The Drug Metabolism and Pharmacokinetics (DMPK) department at Genentech is seeking a highly motivated Scientist to join the Bioanalytical (BA) group.  The DMPK-BA group is primarily responsible for overseeing regulated bioanalytical activities conducted at contract research laboratories (CROs), and ensuring overall compliance with GLP/GCP regulations to support the preclinical and clinical development of Genentech’s small molecule programs.
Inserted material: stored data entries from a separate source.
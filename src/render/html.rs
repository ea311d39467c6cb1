//! The shareable report: one self-contained HTML page (inline CSS, inline
//! SVG pictures, the bundled font as a data URL; no scripts, no web
//! addresses), readable on a screen and on paper. A pure renderer of the
//! public results.
//!
//! Every piece of text that comes from the data (study labels, column
//! names, levels, file names, the command line) goes through [`esc`], so a
//! label such as `<script>` is shown as text. The page also declares a
//! Content-Security-Policy that allows no scripts and no fetches, so even a
//! mistake in escaping could not run anything or reach the network.

use crate::plan::report::PlanReport;
use crate::render::figure::PageFigure;
use crate::result::{AtValue, ClusterLevel, Estimate, FitReport, ProbePoint};
use crate::support::format::{self as fmt, num};
use std::fmt::Write as _;

/// Where a result came from, for the reproducibility block.
#[derive(Debug, Clone, Default)]
pub struct Provenance {
    /// The command line, quoted for a POSIX shell.
    pub command: String,
    /// The tool's version.
    pub version: String,
    /// SHA-256 of the input bytes, lowercase hex (None when there was no input file).
    pub input_sha256: Option<String>,
    /// The random seed, where one was used.
    pub seed: Option<u64>,
}

/// Escapes text for HTML element content and double-quoted attributes.
pub fn esc(s: &str) -> String {
    let mut out = String::with_capacity(s.len());
    for c in s.chars() {
        match c {
            '&' => out.push_str("&amp;"),
            '<' => out.push_str("&lt;"),
            '>' => out.push_str("&gt;"),
            '"' => out.push_str("&quot;"),
            '\'' => out.push_str("&#39;"),
            _ => out.push(c),
        }
    }
    out
}

/// The page's style sheet: this project's own look (warm paper, mulberry
/// accents, framed figures), a print style, and tabular figures in tables.
const STYLE: &str = r#"
:root{--ink:#1f2633;--muted:#5c6370;--accent:#7a3b69;--accent-soft:#f4edf2;--rule:#d9d3ca;--paper:#fbfaf7;--head:#efebe4;--frame:#9c8f80;--warn:#8a4b08;--warn-soft:#fbf1e2}
html{background:var(--paper)}
body{font-family:"DejaVu Sans",system-ui,sans-serif;color:var(--ink);background:var(--paper);max-width:62rem;margin:0 auto;padding:1.5rem 1.25rem 3rem;line-height:1.5;font-size:15px}
header{border-top:6px solid var(--accent);padding-top:.75rem;margin-bottom:1.5rem}
h1{font-size:1.55rem;margin:.2rem 0 .3rem;line-height:1.25}
h2{font-size:1.15rem;margin:2.2rem 0 .6rem;padding-bottom:.2rem;border-bottom:1px solid var(--rule);color:var(--accent)}
h3{font-size:1rem;margin:1.4rem 0 .4rem}
p.sub{color:var(--muted);margin:0}
nav ol{columns:2;margin:.5rem 0;padding-left:1.4rem;color:var(--muted)}
nav a{color:var(--accent)}
.answer{background:var(--accent-soft);border-left:6px solid var(--accent);padding:.8rem 1rem;margin:1rem 0;font-size:1.05rem}
.care{background:var(--warn-soft);border-left:6px solid var(--warn);padding:.6rem 1rem;margin:1rem 0}
.care h2{border:none;color:var(--warn);margin:.2rem 0 .3rem;font-size:1.05rem}
.care ul{margin:.2rem 0;padding-left:1.2rem}
table{border-collapse:collapse;margin:.5rem 0 1rem;font-variant-numeric:tabular-nums;background:#fff}
caption{caption-side:top;text-align:left;color:var(--muted);font-size:.9rem;padding:.2rem 0}
th,td{border:1px solid var(--rule);padding:.25rem .55rem;vertical-align:top}
thead th{background:var(--head);text-align:left;font-weight:600}
tbody th{text-align:left;font-weight:normal}
td.n{text-align:right;white-space:nowrap}
dl.facts{display:grid;grid-template-columns:max-content 1fr;gap:.15rem 1rem;margin:.5rem 0}
dl.facts dt{color:var(--muted)}
dl.facts dd{margin:0}
figure.plot{border:3px solid var(--frame);background:#fff;padding:.6rem;margin:1rem 0}
figure.plot svg{display:block;max-width:100%;height:auto}
figcaption{color:var(--muted);font-size:.9rem;margin-top:.4rem}
code,pre{font-family:"DejaVu Sans Mono",ui-monospace,monospace;font-size:.88rem}
pre{background:#fff;border:1px solid var(--rule);padding:.6rem;white-space:pre-wrap;overflow-wrap:break-word}
footer{margin-top:2.5rem;color:var(--muted);font-size:.85rem;border-top:1px solid var(--rule);padding-top:.5rem}
@media print{
 html,body{background:#fff}
 body{max-width:none;padding:0;font-size:10pt}
 nav{display:none}
 h2{break-after:avoid}
 figure.plot{break-inside:avoid;border-width:1px}
 tr{break-inside:avoid}
 .answer,.care{break-inside:avoid}
}
"#;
Responsibilities include, but are not limited to:

• Technical monitoring during bioanalytical method development, validation, and sample analysis; overseeing method transfer between CROs.
• Reviewing validation reports and experimental documentation; and archiving relevant study documents.
• Conducting CRO evaluation and selection.
• Reviewing CRO SOPs.
• Determine additional bioanalytical requirements if needed, and perform regular site visits and inspection.
• Internally, the individuals are responsible for developing highly sensitive and specific bioanalytical methods for quantitative analysis of new chemical entities, metabolites, and biomarkers in a variety of biological matrices, reproducing CRO-developed methods, and performing non-regulated quantitative bioanalysis.
• The individuals serve as bioanalytical representatives on interdisciplinary project teams. In addition, the individuals may train junior staff to successfully perform all the above-mentioned responsibilities.

Qualifications:

• Doctoral degree in analytical chemistry, biochemistry, or equivalent with relevant industry experience of 0 to 8 years. Master degree or Bachelor degree with relevant industry experience of 5-15 years.
• Demonstrated ability to work independently in a fast-paced environment, as well as in a team setting.
• In-depth bioanalytical knowledge and extensive experience with modern analytical instrument platforms, particularly with LC-MS/MS.
• Hands-on experience in developing and validating LC-MS bioanalytical methods using various techniques (SLE, LLE, SPE, and PP).
• Strong ability to manage multiple studies simultaneously and be able to assist in troubleshooting when instrument or assay problems arise.
• Good understanding of GLP/GCP regulations.
• Possess excellent oral and written communication skills.
• Prior working experience at or with CROs is preferred.